World Bank President Jim Yong Kim said he expects to cut jobs at the lender as he seeks to reduce costs.
“There are going to be staff reductions,” he said in an interview with Sara Eisen on Bloomberg Television in Washington today. “But we’re not going to do it on the base of any number. We’re going to look carefully at every part of the World Bank.”
After shaking up the Washington-based lender’s management and organizational structure, Kim is due to submit a strategy this week to its 188 member countries for meeting the goals of ending extreme poverty by 2030 and boosting incomes for the world’s poorest 40 percent.
The bank has about 15,000 employees, and distributed $53 billion in financial aid to emerging and developing economies in the last fiscal year.
Kim, appointed in July last year, said the possible job cuts would be the first attempt to examine the World Bank’s structure in 17 years.
Kim said in the interview the banks planned to cut “a minimum of $400 million a year out of the budget over the next three years.”
In a separate interview, Chief Financial Officer Bertrand Badre clarified that the goal is to reduce the bank’s annual costs to $4.6 billion after three years, compared with $5 billion now. That could affect spending on areas from travel to real estate, he said in a phone interview.

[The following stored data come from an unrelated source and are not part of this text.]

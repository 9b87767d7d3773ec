"""Independent checker of homology sweeps: replays the face toggles from the start cycle.

Nothing here uses the solver's data structures: the boundary of each face is
recomputed from ``P.face_darts`` (edges met an odd number of times along the
face's walk), the current cycle is kept as a set of edge ids and its weight
is summed from ``P.weight`` at every step.
"""

from __future__ import annotations

import math
from typing import Any, Iterable

from ..errors import InputTypeError, SweepwidthError, WitnessError
from . import register_checker

__all__ = ["sweep_profile", "check_homology"]


def _boundary(P: Any, f: int) -> set[int]:
    odd: set[int] = set()
    for d in P.face_darts(f):
        odd ^= {int(d) >> 1}
    return odd


def _edges(P: Any, spec: Any, default: set[int], what: str, closed: bool = True) -> set[int]:
    """Edge ids from a recorded summary (a list of edge ids) or a walk dict; None gives ``default``."""
    if spec is None:
        return set(default)
    m = P.number_of_edges()
    if isinstance(spec, dict) and "darts" in spec:
        ds = [int(d) for d in spec["darts"]]
        for i, d in enumerate(ds):
            if not 0 <= d < 2 * m:
                raise WitnessError(f"{what}: dart {d} at position {i} does not exist")
        for i, d in enumerate(ds):
            if not closed and i == len(ds) - 1:
                break
            if P.head(d) != P.tail(ds[(i + 1) % len(ds)]):
                raise WitnessError(f"{what}: darts at positions {i} and {(i + 1) % len(ds)} do not meet")
        odd: set[int] = set()
        for d in ds:
            odd ^= {d >> 1}
        return odd
    if isinstance(spec, dict) and "edges" in spec:
        spec = spec["edges"]
    odd = set()
    for e in spec:
        if isinstance(e, bool) or not isinstance(e, int) or not 0 <= e < m:
            raise WitnessError(f"{what}: edge id {e!r} does not exist")
        odd ^= {e}
    return odd


def sweep_profile(P: Any, start: Iterable[int], toggles: Iterable[int], holes: Iterable[int] = ()) -> tuple[list[float], set[int]]:
    """Weights of the cycle before the first toggle and after each one, and the final cycle.

    Raises
    ------
    WitnessError
        A toggle that is not a face id or is a hole (names the step).

    Examples
    --------
    >>> from sweepwidth import generators
    >>> P = generators.grid(2, 2)
    >>> inner = 1 - P.outer_face
    >>> sweep_profile(P, range(4), [inner], {P.outer_face})
    ([4.0, 0.0], set())
    """
    H = set(holes)
    F = P.number_of_faces()
    cur = set(start)
    w = float(sum(P.weight(e) for e in cur))
    prof = [w]
    cache: dict[int, set[int]] = {}
    for step, f in enumerate(toggles):
        if isinstance(f, bool) or not isinstance(f, int) or not 0 <= f < F:
            raise WitnessError(f"step {step}: {f!r} is not a face id (0..{F - 1})")
        if f in H:
            raise WitnessError(f"step {step}: face {f} is a hole and may not be swept")
        b = cache.get(f)
        if b is None:
            b = cache[f] = _boundary(P, f)
        cur ^= b
        w = float(sum(P.weight(e) for e in cur))  # recomputed, never updated incrementally
        prof.append(w)
    return prof, cur


@register_checker("homology")
def check_homology(result: Any, P: Any, **options: Any) -> float:
    """Replay a homology result on ``P``; return the recomputed width.

    Options ``start``, ``end`` (edge-id lists or walk dicts ``{"darts": [...]}``)
    and ``holes`` default to ``result.stats`` (the solver records them) and
    else to the outer boundary, the empty cycle and ``{P.outer_face}``;
    ``tol`` is the relative tolerance.  Pass them explicitly to check a result
    against an instance you trust rather than the one the result describes.

    For an 'infeasible' result the checker confirms that no face set avoiding
    the holes is bounded by ``start + end`` and returns ``inf``.

    Raises
    ------
    WitnessError
        A missing witness, an illegal toggle (names the step), a face toggled
        twice in a monotone sweep, a final cycle that differs from the end,
        a width that differs from ``result.upper`` or is below ``result.lower``,
        or an infeasibility claim that is false.

    Examples
    --------
    >>> import sweepwidth as sw
    >>> from sweepwidth import generators
    >>> P = generators.grid(3, 3)
    >>> sw.homology_width(P).check(P)
    8.0
    """
    stats = dict(result.stats or {})
    tol = float(options.pop("tol", 1e-9))
    start_spec = options.pop("start", stats.get("start"))
    end_spec = options.pop("end", stats.get("end"))
    holes_spec = options.pop("holes", stats.get("holes"))
    if options:
        raise InputTypeError(f"unknown checker option(s) {sorted(options)}; valid: start, end, holes, tol")
    if not (hasattr(P, "face_darts") and hasattr(P, "outer_face")):
        raise WitnessError(f"a homology result is checked against a PlaneGraph, got {type(P).__name__}")
    closed = not stats.get("paths", False)
    c0 = _edges(P, start_spec, _boundary(P, P.outer_face), "start", closed)
    c1 = _edges(P, end_spec, set(), "end", closed)
    H = {P.outer_face} if holes_spec is None else {int(h) for h in holes_spec}
    if result.status == "infeasible":
        if _bounds_hole_free(P, c0 ^ c1, H):
            raise WitnessError("the result claims infeasible, but start + end bounds a face set avoiding the holes")
        return math.inf
    if result.witness is None:
        raise WitnessError("the result has no witness face order")
    toggles = list(result.witness)
    if stats.get("monotone", True):
        seen: set = set()
        for step, f in enumerate(toggles):
            if f in seen:
                raise WitnessError(f"step {step}: face {f} is toggled a second time in a monotone sweep")
            seen.add(f)
    prof, final = sweep_profile(P, c0, toggles, H)
    if final != c1:
        extra = sorted(final ^ c1)
        raise WitnessError(f"after the last step the cycle differs from the end on edges {extra[:8]}")
    width = max(prof)
    scale = max(1.0, abs(width))
    if result.upper is None or abs(width - float(result.upper)) > tol * scale:
        raise WitnessError(f"the witness has width {width:g} but the result claims upper bound {result.upper!r}")
    if result.lower is not None and float(result.lower) > width + tol * scale:
        raise WitnessError(f"lower bound {result.lower!r} exceeds the witness width {width:g}")
    return width


def _bounds_hole_free(P: Any, c: set[int], H: set[int]) -> bool:
    """True when some face set disjoint from H has Z2 boundary c (parity labelling of the faces)."""
    F = P.number_of_faces()
    label = [-1] * F
    nbr: list[list[tuple[int, int]]] = [[] for _ in range(F)]
    for e in range(P.number_of_edges()):
        a = P.face_of_dart(2 * e)
        b = P.face_of_dart(2 * e + 1)
        p = 1 if e in c else 0
        nbr[a].append((b, p))
        nbr[b].append((a, p))
    label[0] = 0
    stack = [0]
    while stack:
        f = stack.pop()
        for g, p in nbr[f]:
            if label[g] == -1:
                label[g] = label[f] ^ p
                stack.append(g)
            elif label[g] != label[f] ^ p:
                return False
    return len({label[h] for h in H}) <= 1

“As we do that, we’re going to look at every single position and say: Are the people doing this job really contributing to our mission of ending poverty,” Kim said.
The headcount will be lowered in part through attrition, Badre said.
Kim’s draft strategy suggests lowering costs to strengthen the lender’s finances and the transformation of the bank’s financial model to make it more sustainable, including a “right-sizing exercise” and more selective spending on grants. It also recommends the bank better recoup expenses when providing stand-alone services that aren’t attached to loans.
His comments come as the world’s finance chiefs gather in Washington for the annual meetings of the bank and the International Monetary Fund amid concerns over the U.S. debt ceiling and the Federal Reserve’s plan to scale back stimulus measures.
“I just want to make it clear to policy makers here in Washington, that whatever you do, please think about the impact that this is going to have in developing countries, for women in South Asia who are trying to grow rice, or young people in the Middle East,” Kim said.
He also urged emerging-market economies to carry out necessary “reforms” to reduce the effect of the possible reduction in U.S. stimulus by the Federal Reserve. In a press conference earlier, he said countries have a “two or three months’ window” to implement those.
An increase in interest rates for emerging markets after the Fed first announced plans to cut back its bond purchases revealed “all the weaknesses in the emerging-market economies,” he said. “The message we’ve been sending to the emerging markets is: now is the time to undertake the reforms you’ve been promising.”